2. Memahami cara identifikasi serta isolasi Salmonella thypi dari sampel feses
manusia.
III. Dasar Teori

Isolasi bakteri adalah suatu cara untuk membiakan suatu jenis mikroba
tertentu yang di peroleh dari suatu sampel ke dalam suatu medi spesifik,
sehingga selanjutnya dapat di identifikasi sifat biakan, morfologi, dan sifat
mikroba lainnya. Kemudian bakteri dipindahkan dari satu tempat ke tempat
lainnyasecara aseptis agar tidak terkotaminasi oleh bakteri lainnya ehingga di
dapatkan biakan yang murni. Identifikasi dan determinasi suatu biakan murni
bakteri yang diperoleh dari hasil isolasi dapat dilakukan dengan cara pengamatan
sifat morfologi koloni, morfologi sel bakteri, pengujian sifat-sifat fisiologi dan
biokimianya. Pertumbuhan bakteri di alam dipengaruhi oleh beberapa faktor luar
seperti susbtrat, pertumbuhan pH, temperatur, dan bahan kimia. Bakteri yang
nampak dapat memiliki morfologi yang sama, namun keperluan nutrisi dan
persyaratan ekologinya berbeda. ( Irianto ,2007).
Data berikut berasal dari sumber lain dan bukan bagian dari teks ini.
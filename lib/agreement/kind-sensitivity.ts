/**
 * Noise sensitivity per noise kind: of the components the reference calls noise of kind K, the
 * fraction the rater called noise (any kind). Shows a lead which kinds a rater misses. A kind with
 * no reference component is not listed; the reference's noise without a kind is "unspecified".
 */
import type { StatResult } from './result';

export type KindPair = { rater: string; reference: string; referenceKind: string | null };
export type KindSensitivity = { kind: string; n: number; detected: number; sensitivity: StatResult };

export function sensitivityByKind(pairs: readonly KindPair[]): KindSensitivity[] {
  const by = new Map<string, { n: number; detected: number }>();
  for (const p of pairs) {
    if (p.reference !== 'noise') continue;
    const kind = p.referenceKind ?? 'unspecified';
    const e = by.get(kind) ?? { n: 0, detected: 0 };
    e.n++;
    if (p.rater === 'noise') e.detected++;
    by.set(kind, e);
  }
  return [...by.entries()]
    .sort((a, b) => a[0].localeCompare(b[0]))
    .map(([kind, e]) => ({ kind, n: e.n, detected: e.detected, sensitivity: { value: e.detected / e.n, n: e.n } }));
}
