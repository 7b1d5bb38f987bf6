/**
 * npm run restore -- <backup folder> [--yes] – puts a backup made by `npm run backup` back: checks
 * the manifest's sha256 sums, drops every table of the configured database and loads the dump,
 * then replaces the storage root (QUORUM_UPLOADS_DIR) with the backup's files; the previous storage
 * folder is kept beside it as <root>.before-restore-<time>. Stop the app and the workers first.
 * Refuses to overwrite a database that has tables or a non-empty storage root without --yes.
 */
import { spawn } from 'node:child_process';
import { createReadStream, existsSync } from 'node:fs';
import { mkdir, readdir, readFile, rename } from 'node:fs/promises';
import path from 'node:path';
import { parseArgs } from 'node:util';
import { resolveDbSettings } from '@/lib/db/config';
import { createDb } from '@/lib/db/knex';
import { storageRoot } from '@/lib/storage';
import { clientPrograms, connection, DATABASE_FILE, fail, MANIFEST, sha256File, UPLOADS_FILE, type BackupManifest } from './backup/common';

function run(cmd: string, args: string[], opts: { env?: NodeJS.ProcessEnv; stdinFrom?: string }): Promise<void> {
  return new Promise((resolve, reject) => {
    const child = spawn(cmd, args, { env: opts.env, stdio: [opts.stdinFrom ? 'pipe' : 'ignore', 'ignore', 'pipe'] });
    let err = '';
    child.stderr!.on('data', (d) => (err += d));
    if (opts.stdinFrom) createReadStream(opts.stdinFrom).pipe(child.stdin!);
    child.on('error', reject);
    child.on('close', (code) =>
      code === 0
        ? resolve()
        : reject(new Error(`${path.basename(cmd)} failed (exit ${code}): ${err.trim().split('\n').slice(-3).join(' ')}`)),
    );
  });
}

async function main(): Promise<void> {
  const { values, positionals } = parseArgs({ options: { yes: { type: 'boolean', default: false } }, allowPositionals: true });
  if (positionals.length !== 1) fail('usage: npm run restore -- <backup folder> [--yes]', 2);
  const dir = path.resolve(positionals[0]);
  if (!existsSync(path.join(dir, MANIFEST))) fail(`restore: ${dir} holds no ${MANIFEST}; give a folder made by \`npm run backup\``, 2);
  const manifest = JSON.parse(await readFile(path.join(dir, MANIFEST), 'utf8')) as BackupManifest;
  if (manifest.format !== 'quorum-backup-1') fail(`restore: unknown backup format "${manifest.format}"`, 2);
  for (const name of [DATABASE_FILE, UPLOADS_FILE]) {
    const expected = manifest.files[name]?.sha256;
    const full = path.join(dir, name);
    if (!expected || !existsSync(full) || (await sha256File(full)) !== expected)
      fail(`restore: ${name} is missing or damaged (sha256 differs from the manifest); nothing was changed`, 3);
  }

  const settings = resolveDbSettings();
  const { client } = clientPrograms();
  const conn = createDb(settings);
  const root = storageRoot();
  try {
    const tables: string[] = (
      await conn('information_schema.tables').where({ table_schema: settings.database }).select('table_name as name')
    ).map((r: { name: string }) => r.name);
    const storageUsed = existsSync(root) && (await readdir(root)).length > 0;
    if ((tables.length || storageUsed) && !values.yes) {
      fail(
        `restore: database \`${settings.database}\` has ${tables.length} tables${storageUsed ? ` and ${root} is not empty` : ''}; add --yes to replace them`,
        2,
      );
    }
    await conn.transaction(async (trx) => {
      await trx.raw('SET FOREIGN_KEY_CHECKS = 0');
      for (const t of tables) await trx.raw('DROP TABLE IF EXISTS ??', [t]);
      await trx.raw('SET FOREIGN_KEY_CHECKS = 1');
    });
  } finally {
    await conn.destroy();
  }
  const { args, env } = connection(settings);
  await run(client, [...args, '--default-character-set=utf8mb4', settings.database], { env, stdinFrom: path.join(dir, DATABASE_FILE) });

  let keptAside: string | null = null;
  if (existsSync(root) && (await readdir(root)).length > 0) {
    keptAside = `${root}.before-restore-${new Date()
      .toISOString()
      .replace(/[-:]/g, '')
      .replace(/\.\d+Z$/, 'Z')}`;
    await rename(root, keptAside);
  }
  await mkdir(root, { recursive: true });
  await run('tar', ['-C', root, '-xf', path.join(dir, UPLOADS_FILE)], {});
  console.log(`restored ${dir} into \`${settings.database}\` and ${root}${keptAside ? ` (previous storage kept in ${keptAside})` : ''}`);
}

main().catch((err: Error) => fail(`restore: ${err.message}`));
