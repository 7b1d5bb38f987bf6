// Quorum command-line interface: the same lib/ code as the web app, for batch and cluster use.
// Usage: npm run -s quorum -- <command> [args]   (prints JSON on stdout, one-line errors on stderr)
import { commands } from './cli/index';

async function main(argv: string[]): Promise<number> {
  const [name, ...rest] = argv;
  const wantsHelp = (args: string[]) => args.includes('--help') || args.includes('-h');
  const command = name ? commands[name] : undefined;
  if (command && wantsHelp(rest)) {
    process.stdout.write(`${command.summary}\n${command.usage}\n`);
    return 0;
  }
  if (!name || name === 'help' || wantsHelp([name])) {
    const list = Object.entries(commands)
      .map(([n, c]) => `  ${n.padEnd(10)} ${c.summary}`)
      .join('\n');
    process.stdout.write(`usage: quorum <command> [args]   (quorum <command> --help for its options)\n${list}\n`);
    return name ? 0 : 2;
  }
  if (!command) {
    const list = Object.entries(commands)
      .map(([n, c]) => `  ${n.padEnd(10)} ${c.summary}`)
      .join('\n');
    process.stderr.write(`${name ? `unknown command "${name}"\n` : ''}usage: quorum <command> [args]\n${list}\n`);
    return 2;
  }
  return command.run(rest);
}

main(process.argv.slice(2)).then(
  (code) => process.exit(code),
  (err: unknown) => {
    process.stderr.write(`quorum: ${err instanceof Error ? err.message : String(err)}\n`);
    process.exit(1);
  },
);
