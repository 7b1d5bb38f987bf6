/**
 * Small seeded PRNG (mulberry32: 32-bit state, period 2^32; common practice, no source beyond its
 * public-domain reference code). Deterministic for a given seed on every platform, which is what
 * makes bootstrap intervals reproducible. Not for cryptography.
 */
export type Prng = {
  /** Uniform in [0, 1). */
  next(): number;
  /** Uniform integer in [0, n). */
  int(n: number): number;
};

export function createPrng(seed: number): Prng {
  let a = (Math.trunc(seed) >>> 0) ^ 0x9e3779b9;
  const next = (): number => {
    a = (a + 0x6d2b79f5) | 0;
    let t = Math.imul(a ^ (a >>> 15), 1 | a);
    t = (t + Math.imul(t ^ (t >>> 7), 61 | t)) ^ t;
    return ((t ^ (t >>> 14)) >>> 0) / 4294967296;
  };
  return { next, int: (n: number) => Math.floor(next() * n) };
}
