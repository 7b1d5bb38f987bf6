import { AgreementError } from './errors';

export type AgreementBand = 'poor' | 'slight' | 'fair' | 'moderate' | 'substantial' | 'almost perfect';

/**
 * Verbal bands of Landis & Koch 1977 (Biometrics 33:159) for κ-type coefficients:
 * < 0 poor, 0–0.20 slight, 0.21–0.40 fair, 0.41–0.60 moderate, 0.61–0.80 substantial,
 * 0.81–1 almost perfect. The paper leaves the gaps between printed bounds open; Quorum's fixed
 * convention is: UPPER BOUNDS INCLUSIVE, i.e. poor v < 0; slight 0 ≤ v ≤ 0.20; fair 0.20 < v ≤ 0.40;
 * moderate 0.40 < v ≤ 0.60; substantial 0.60 < v ≤ 0.80; almost perfect 0.80 < v ≤ 1.
 * Null in, null out (an undefined coefficient has no band). Any negative value is poor; values
 * above 1 and non-finite values are refused.
 */
export function landisKochBand(value: number | null): AgreementBand | null {
  if (value === null) return null;
  if (!Number.isFinite(value) || value > 1 + 1e-12) {
    throw new AgreementError('bad_input', `an agreement coefficient is a finite number at most 1, got ${value}`);
  }
  if (value < 0) return 'poor';
  if (value <= 0.2) return 'slight';
  if (value <= 0.4) return 'fair';
  if (value <= 0.6) return 'moderate';
  if (value <= 0.8) return 'substantial';
  return 'almost perfect';
}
Karakteristik mikroorganisme dilakukan dengan beberapa metode seperti
pengamatan mikroskopik koloni, pewarnaan mikroba untuk mengetahui
penampakan mikroskopik sel maupun membedakan golongan-golongan
mikroorganisme, serta karakteristik uji-uji biokimia yang mencerminkan
aktivitas metabolisme enzimatik mikroorganisme ( Lay, 1994 ).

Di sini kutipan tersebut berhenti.